Sarah Thompson

Personal information
- Born: Sarah Lucy Gentile
- Died: August 23, 2010

Sport
- Country: Canada
- Sport: Athletics, Powerlifting
- Disability: Visual impairment

= Sarah Thompson (athlete) =

Sarah Lucy Thompson (née Gentile; died August 23, 2010) was a Canadian athlete and powerlifter. Throughout her career, Thompson set multiple records in powerlifting and athletics. She was inducted into the Belleville Sports Hall of Fame in 1987 and the Terry Fox Hall of Fame in 2000.

==Early life and education==
Thompson was born in Picton, Ontario.

==Career==
In 1974, Thompson had a stroke that resulted in paralysis and low vision. After she became visually impaired, Thompson started her sports career in 1978. She first became a track and field athlete and participated at the Games for the Physically Disabled. Thompson expanded her sports career to powerlifting in 1984. As a powerlifter, she won ten Canadian powerlifting championships. Thompson was named the Best Athlete of the Year by the Ontario Blind Sports Association in 1987 and won a gold medal at the 1991 World Championship for the Blind.

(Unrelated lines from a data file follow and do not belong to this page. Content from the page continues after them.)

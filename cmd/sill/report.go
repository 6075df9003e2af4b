package main

import (
	"context"
	"errors"
	"fmt"
	"io"
	"os"

	"github.com/sill-tool/sill/internal/analysis"
	"github.com/sill-tool/sill/internal/cutrule"
	"github.com/sill-tool/sill/internal/format"
	"github.com/sill-tool/sill/internal/report"
	"github.com/sill-tool/sill/internal/scores"
	"github.com/spf13/cobra"
	"github.com/spf13/pflag"
)

type reportOptions struct {
	input     inputFlags
	assume    assumptionFlags
	format    string
	out       string // the sign-off page's file, with --format html
	withCurve bool
	cuts      []string
	beyond    beyondFlags // segments, shift peaks, stability, calibration, two models: beyond.go
	save      saveFlags   // --save, --choose, --force: save.go
}

func newReportCmd() *cobra.Command {
	var o reportOptions
	cmd := &cobra.Command{
		Use:   "report FILE",
		Short: "Print the figures of a scored validation set at its starting points or chosen cuts",
		Long: `report reads a validation set (CSV, TSV or JSON Lines, optionally gzip
compressed; "-" reads standard input) and prints its summary and the figures
of each cut: hit share, wrong-alert share, queue and cost per shift.

Cut specs for --cut (repeatable):
  score=V   the cut at score V            top=N, top=P%  flag at most N cases / P%
  hit=R     catch at least share R         wrong=F        wrong-alert share at most F
  base      flag as many as the base rate  queue=K        at most K alerts per shift
  cost      least cost per shift           queue90=K      9 shifts in 10 at most K alerts
  hitNN=R   recall at least R, NN% sure    wrongNN=F      wrong-alert share at most F, NN% sure
R and F are shares, as 0.8 or 80%; every share flag takes a percentage too.
hit=R and wrong=F meet R and F on this set only: about half the time the
cut falls short in production. hit95=0.8 picks the strictest cut whose
one-sided 95% lower bound (Wilson) of recall is at least 0.8, wrong95=0.333
the deepest whose upper bound of wrong-alert share is at most 0.333: short
in about 5 sets in 100. NN lies above 50 and below 100.
Without --cut: base, hit=0.8 and wrong=0.333, plus queue=capacity and cost
when --capacity or costs are given, and queue90=capacity with --time; then
hit95=0.8 and wrong95=0.333.

Beyond the averages: --segment COL breaks each cut down by group; --time COL
with --shifts (and --tz) gives busy shifts: 9 shifts in 10 at most, from
production's own counting noise at the volume plus the real spread between
shifts the set shows beyond its sampling noise (with few cases a shift it
cannot tell real spread from noise, and says so), beside the sample's own
counts per shift; --bootstrap B (--seed S) shows how far each cut moves when
the set is drawn again; scores in [0,1] get a reliability table, ECE beside
its noise level at the set's size, and net benefit at production's base rate
(threshold probability from the costs, else the base rate); --score a
--score b (or
--compare FILE joined on --id) compares two models on the same cases
(DeLong's paired AUC test).

Again under new assumptions: --reproject FILE.yaml takes a decision file's
candidates at their scores (with their names, rules and notes), its chosen
one, model, chosen-by and note, and its assumptions where no flag is given;
with --save it writes the decision again (sill check offers this line when
only the base rate was wrong). Each candidate's rule is reported beside it,
at the cut it picks now.

Outputs: --format csv prints one row per cut with its counts, rates,
intervals and projected figures in plain machine form (README lists the
columns); --format csv --curve prints the table of every cut instead.
--curve adds that table to the text, JSON and Markdown forms.`,
		Example: `  sill demo --out bearings.csv
  sill report bearings.csv --volume 1500 --capacity 90
  sill report bearings.csv --cut hit=0.9 --cut top=2% --format json
  sill report bearings.csv --cut hit=0.8 --cut base --save cut.yaml --choose base
  sill report bearings.csv --volume 1500 --capacity 90 --format html --out sign-off.html
  sill report bearings.csv --segment yard --time read_at --shifts 06:00,14:00,22:00 --tz Europe/Amsterdam --volume 1500 --capacity 90 --bootstrap 500`,
		Args: argsNamed("FILE (the validation set, or - for standard input)"),
		RunE: func(cmd *cobra.Command, args []string) error {
			if err := o.beyond.prepare(&o.input); err != nil {
				return err
			}
			set, err := o.input.load(cmd.Context(), args[0], cmd.InOrStdin(), nil)
			if err != nil {
				return err
			}
			o.input.warnWeights(cmd.ErrOrStderr())
			return o.run(cmd.Context(), set, cmd.OutOrStdout(), cmd.ErrOrStderr())
		},
	}
	fs := cmd.Flags()
	o.input.register(fs)
	o.assume.register(fs)
	o.assume.input = &o.input
	fs.StringVar(&o.format, "format", "text", "output: text, json, markdown, html (the sign-off page) or csv (one row per cut asked for; with --curve, every cut instead)")
	fs.StringVar(&o.out, "out", "", "with --format html: the file to write the page to (default: standard output)")
	fs.BoolVar(&o.withCurve, "curve", false, "add a table of every cut (text, JSON, Markdown); with --format csv, print that table alone")
	fs.StringArrayVar(&o.cuts, "cut", nil, "cut spec to report (repeatable), such as hit=0.8 or hit=80%")
	o.beyond.register(fs)
	o.save.register(fs)
	return cmd
}

// run computes the report of set and writes it; nothing is written to
// stdout when an error is returned before output starts.
func (o *reportOptions) run(ctx context.Context, set *scores.Set, stdout, stderr io.Writer) error {
	switch o.format {
	case "text", "json", "markdown", "csv", "html":
	default:
		return fmt.Errorf("--format %q: expected text, json, markdown, html or csv", o.format)
	}
	if o.out != "" && o.format != "html" {
		return errors.New("--out goes with --format html")
	}
	o.save.page = o.format == "html"
	if err := o.save.check(); err != nil {
		return err
	}
	if o.save.path != "" {
		if err := bothClasses(set, "--save"); err != nil {
			return err
		}
	}
	reprojected, err := o.save.readReproject(set, o.cuts)
	if err != nil {
		return err
	}
	if o.save.from != nil {
		o.assume.defaults = &o.save.from.Assumptions
	}
	a, err := o.assume.assumptions(set)
	if err != nil {
		return err
	}
	opts, err := o.beyond.options()
	if err != nil {
		return err
	}
	for _, text := range o.cuts {
		r, err := cutrule.Parse(text)
		if err != nil {
			return fmt.Errorf("--cut: %w", err)
		}
		opts.Rules = append(opts.Rules, r)
	}
	opts.Rules = append(opts.Rules, reprojected...)
	joined, err := o.beyond.loadCompare(ctx, set)
	if err != nil {
		return err
	}
	opts.Resampling.BandCuts = report.BandCuts
	curveCSV := o.format == "csv" && o.withCurve
	if curveCSV {
		opts.Resampling = analysis.Resampling{} // the curve alone
	}
	res, err := analysis.Run(ctx, joined, a, opts)
	if err != nil {
		return o.beyond.analysisError(err)
	}
	points := report.Points(res.Points)
	if curveCSV {
		// One table a pipeline can read whole: every cut, not the cuts
		// asked for, which --format csv without --curve gives.
		if o.save.path != "" || len(o.cuts) > 0 {
			return fmt.Errorf("--format csv --curve prints every cut alone; --cut and --save go with --format csv without --curve")
		}
		return report.WriteCurveCSV(stdout, points)
	}
	r := report.New(res, report.Options{SegmentOrder: o.beyond.order(), SegmentsShown: o.beyond.segmentsShown, Hints: reportHints})
	// Saved once every figure is computed, so that an error leaves no file.
	if err := o.save.write(ctx, res, stderr); err != nil {
		return err
	}
	if o.format == "html" {
		return o.page(ctx, res, stdout, stderr)
	}
	// Warnings go to stderr whatever the format; JSON also carries them.
	for _, w := range r.Warnings {
		fmt.Fprintln(stderr, "sill: warning: "+format.Printable(w))
	}
	if !o.withCurve {
		points = nil
	}
	switch o.format {
	case "json":
		return report.WriteJSON(stdout, r, points)
	case "markdown":
		return report.WriteMarkdown(stdout, r, points)
	case "csv":
		return report.WriteCutsCSV(stdout, r)
	default:
		return report.WriteTextCurve(stdout, r, points)
	}
}

// reportHints are the flags that change what a report shows.
var reportHints = report.Hints{
	AllSegments:    "--segments-shown 0 shows all, --format json lists all",
	Resampling:     "with --bootstrap",
	Volume:         "give --volume",
	LowerIsRiskier: "--lower-is-riskier",
}

// runDefault runs when sill is called with no command: the explorer on the
// built-in demo data when standard input and output are terminals, else
// the report of the same data.
func runDefault(cmd *cobra.Command) error {
	if isTerminal() && cmd.OutOrStdout() == os.Stdout {
		return exploreDemo(cmd.Context())
	}
	var o reportOptions
	o.format = "text"
	fs := pflag.NewFlagSet("demo", pflag.ContinueOnError)
	o.assume.register(fs)
	o.beyond.register(fs)
	if err := fs.Parse(append(demoAssumptions(), demoShifts...)); err != nil {
		return err
	}
	if err := o.beyond.prepare(&o.input); err != nil {
		return err
	}
	set, err := o.input.loadDemo()
	if err != nil {
		return err
	}
	return o.run(cmd.Context(), set, cmd.OutOrStdout(), os.Stderr)
}
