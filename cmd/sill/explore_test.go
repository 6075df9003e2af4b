package main

import (
	"context"
	"io"
	"os"
	"path/filepath"
	"strings"
	"testing"

	tea "github.com/charmbracelet/bubbletea"
	"github.com/spf13/pflag"

	"github.com/sill-tool/sill/internal/projection"
	"github.com/sill-tool/sill/internal/scores"
	"github.com/sill-tool/sill/tui"
)

// TestExploreWithoutTerminal: the tests run without a terminal, so explore
// refuses with a way forward instead of drawing into a pipe, and standard
// input cannot be both the scores and the keys.
func TestExploreWithoutTerminal(t *testing.T) {
	path := writeFile(t, t.TempDir(), "scores.csv", []byte("score,label\n0.9,1\n0.2,0\n"))
	cases := []struct {
		args []string
		want string
	}{
		{[]string{"explore", path}, "sill report " + path},
		{[]string{"explore", "-"}, "cannot read scores from standard input"},
		{[]string{"explore"}, "explore takes one argument, FILE"},
		{[]string{"explore", path, "--volume", "x"}, `--volume "x": expected a number of cases per shift`},
		// The flags of the figures beyond the averages are checked before
		// the terminal.
		{[]string{"explore", path, "--shifts", "06:00,14:00"}, "--shifts needs --time"},
		{[]string{"explore", path, "--time", "at"}, "--time needs --shifts"},
		{[]string{"explore", path, "--time", "at", "--shifts", "25:00"}, "--shifts"},
		{[]string{"explore", path, "--compare", "other.csv"}, "--compare needs --id"},
		{[]string{"explore", path, "--segment-order", "colour"}, "--segment-order"},
		{[]string{"explore", path, "--bootstrap", "-3"}, "--bootstrap -3"},
		{[]string{"explore", path, "--time", "at", "--shifts", "06:00", "--tz", "Nowhere/Atlantis"}, "--tz"},
		{[]string{"explore", path, "--segment", "yard", "--time", "read_at", "--shifts", "06:00,14:00,22:00", "--bootstrap", "500", "--seed", "3"}, "sill report " + path},
	}
	for _, tc := range cases {
		r := runSill(t, "", tc.args...)
		if r.code != 2 || !strings.Contains(r.stderr, tc.want) {
			t.Errorf("sill %s: status %d, stderr %q; want 2 and %q", strings.Join(tc.args, " "), r.code, r.stderr, tc.want)
		}
		if r.stdout != "" {
			t.Errorf("sill %s wrote to stdout: %q", strings.Join(tc.args, " "), r.stdout)
		}
	}
}

// TestDemoConfig: sill with no arguments opens the demo with its yards as
// segments, its reading times in the three crew shifts and the demo
// assumptions.
func TestDemoConfig(t *testing.T) {
	cfg, err := demoConfig()
	if err != nil {
		t.Fatal(err)
	}
	shifts := cfg.Analysis.Shifts
	if shifts == nil || shifts.String() != "06:00,14:00,22:00" || cfg.Out != "cut.yaml" {
		t.Fatalf("shifts %v, out %q", shifts, cfg.Out)
	}
	// --bootstrap 0 means none, in explore as in report; the b key
	// resamples 200 times unless told otherwise.
	if r := cfg.Analysis.Resampling; r.Replicates != 200 || r.Seed != 1 {
		t.Errorf("resampling %+v, want 200 sets, seed 1", r)
	}
	set, err := cfg.Load(nil)
	if err != nil {
		t.Fatal(err)
	}
	if set.Times() == nil || set.TimeColumn() != "read_at" || set.SegmentColumn() != "yard" || set.IDColumn() != "id" {
		t.Errorf("demo set: times %v, time %q, segment %q, id %q", set.Times() != nil, set.TimeColumn(), set.SegmentColumn(), set.IDColumn())
	}
	a, err := cfg.Assume(set)
	if err != nil || a.Volume != 1500 || a.Capacity != 90 || a.Costs == nil {
		t.Errorf("demo assumptions %+v, %v", a, err)
	}
}

// TestExploreChecksOut: explore refuses an --out it could not write before
// the screen opens (and so before the terminal is looked at), with one
// line naming the folder or the file, exit status 2 and nothing on stdout.
func TestExploreChecksOut(t *testing.T) {
	dir := t.TempDir()
	path := writeFile(t, dir, "scores.csv", []byte("score,label\n0.9,1\n0.2,0\n"))
	missing := filepath.Join(dir, "no such folder")
	cases := []struct {
		out, want string
	}{
		{filepath.Join(missing, "cut.yaml"), "sill: --out " + filepath.Join(missing, "cut.yaml") + ": the folder " + missing + " does not exist\n"},
		{dir, "sill: --out " + dir + ": " + dir + " is a folder, expected a file name\n"},
		{filepath.Join(path, "cut.yaml"), "sill: --out " + filepath.Join(path, "cut.yaml") + ": " + path + " is not a folder\n"},
		{path, "sill: --out " + path + ": the existing file is not a readable decision file, so the write key would not replace it; name a new file or a decision file\n"},
	}
	for _, tc := range cases {
		r := runSill(t, "", "explore", path, "--out", tc.out)
		if r.code != 2 || r.stderr != tc.want || r.stdout != "" {
			t.Errorf("--out %s: status %d, stderr %q, stdout %q; want 2 and %q", tc.out, r.code, r.stderr, r.stdout, tc.want)
		}
	}
	// A folder that takes no new files; root writes anywhere, so this case
	// can only be seen by another user.
	if os.Geteuid() != 0 {
		locked := filepath.Join(dir, "locked")
		if err := os.Mkdir(locked, 0o555); err != nil {
			t.Fatal(err)
		}
		r := runSill(t, "", "explore", path, "--out", filepath.Join(locked, "cut.yaml"))
		if want := "the folder " + locked + " does not take new files"; r.code != 2 || !strings.Contains(r.stderr, want) {
			t.Errorf("read-only folder: status %d, stderr %q; want 2 and %q", r.code, r.stderr, want)
		}
	}
	// A decision file, or a new file in a folder that exists, passes the
	// check and the explorer then asks for a terminal.
	_, cut := savedDemo(t, dir)
	for _, out := range []string{cut, filepath.Join(dir, "new.yaml")} {
		r := runSill(t, "", "explore", path, "--out", out)
		if r.code != 2 || !strings.Contains(r.stderr, "explore needs a terminal") {
			t.Errorf("--out %s: status %d, stderr %q; want the terminal refusal", out, r.code, r.stderr)
		}
	}
	entries, _ := os.ReadDir(dir)
	for _, e := range entries {
		if strings.Contains(e.Name(), ".probe-") || strings.HasSuffix(e.Name(), ".lock") {
			t.Errorf("the check left %s behind", e.Name())
		}
	}
}

// TestOneClassRefused: a set with one outcome class cannot have a cut
// chosen on it, so explore (once loaded, which ends the screen with exit
// status 2) and report --save refuse it with one line saying what was
// found and what was expected; report alone warns (TestRunOneClass).
func TestOneClassRefused(t *testing.T) {
	dir := t.TempDir()
	onlyTrue := writeFile(t, dir, "alarms.csv", []byte("score,label\n0.9,1\n0.2,1\n0.5,1\n"))
	onlyFalse := writeFile(t, dir, "quiet.csv", []byte("score,outcome\n0.8,0\n0.3,0\n"))
	weighted := writeFile(t, dir, "weighted.csv", []byte("score,label,w\n0.8,0,2\n0.3,1,0\n"))

	out := filepath.Join(dir, "cut.yaml")
	cases := []struct {
		args []string
		want string
	}{
		{[]string{"report", onlyTrue, "--save", out}, "sill: --save: " + onlyTrue + ` has 3 true and 0 false cases in column "label"; choosing a cut needs both classes, expected at least one true and one false case` + "\n"},
		{[]string{"report", onlyFalse, "--save", out, "--label", "outcome"}, "sill: --save: " + onlyFalse + ` has 0 true and 2 false cases in column "outcome"; choosing a cut needs both classes, expected at least one true and one false case` + "\n"},
		{[]string{"report", weighted, "--save", out, "--weight", "w"}, "sill: --save: " + weighted + ` has true cases weighing 0 and false cases weighing 2 in column "label"; choosing a cut needs both classes, expected at least one true and one false case` + "\n"},
	}
	for _, tc := range cases {
		r := runSill(t, "", tc.args...)
		if r.code != 2 || r.stderr != tc.want || r.stdout != "" {
			t.Errorf("sill %s: status %d, stderr %q, stdout %q; want 2 and %q", strings.Join(tc.args, " "), r.code, r.stderr, r.stdout, tc.want)
		}
	}
	if _, err := os.Stat(out); err == nil {
		t.Errorf("%s was written", out)
	}

	// explore: the screen's load fails, the screen ends, and the error
	// is what sill prints with status 2.
	o := &exploreOptions{}
	fs := pflag.NewFlagSet("explore", pflag.ContinueOnError)
	o.input.register(fs)
	if err := o.beyond.prepare(&o.input); err != nil {
		t.Fatal(err)
	}
	var m tea.Model = tui.New(tui.Config{
		Load: func(func(int)) (*scores.Set, error) { return o.load(context.Background(), onlyTrue, nil) },
		Assume: func(*scores.Set) (projection.Assumptions, error) {
			return projection.Assumptions{Confidence: 0.95}, nil
		},
		Out: out,
	})
	m, _ = m.Update(tea.WindowSizeMsg{Width: 100, Height: 30})
	msg := m.Init()().(tea.BatchMsg)[0]()
	m, cmd := m.Update(msg)
	if cmd == nil {
		t.Fatal("the screen stays open on a set with one class")
	}
	if _, quits := cmd().(tea.QuitMsg); !quits {
		t.Fatal("the screen stays open on a set with one class")
	}
	err := exploreOutcome(m.(tui.Model), out, io.Discard)
	want := "explore: " + onlyTrue + ` has 3 true and 0 false cases in column "label"; choosing a cut needs both classes, expected at least one true and one false case`
	if err == nil || err.Error() != want {
		t.Errorf("explore: error %v, want %q", err, want)
	}
}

Throughout her career, Thompson set Canadian and world records in both athletics and powerlifting for blind sports. In 1982, she set multiple Canadian records in athletics including the 100 m dash, shot put and long jump. Alternatively, Thompson broke various powerlifting world records in the deadlift and bench press.

==Awards and honours==
In 1987, Thompson was inducted into the Belleville Sports Hall of Fame and later named to the Terry Fox Hall of Fame in 2000. Medals that Thompson were awarded include a legacy award for the International Year of Older Persons and the 125th Anniversary of the Confederation of Canada Medal.

==Personal life==
Thompson married in 1949 and had two kids.

==Death==
On August 23, 2010, Thompson died at Belleville General Hospital.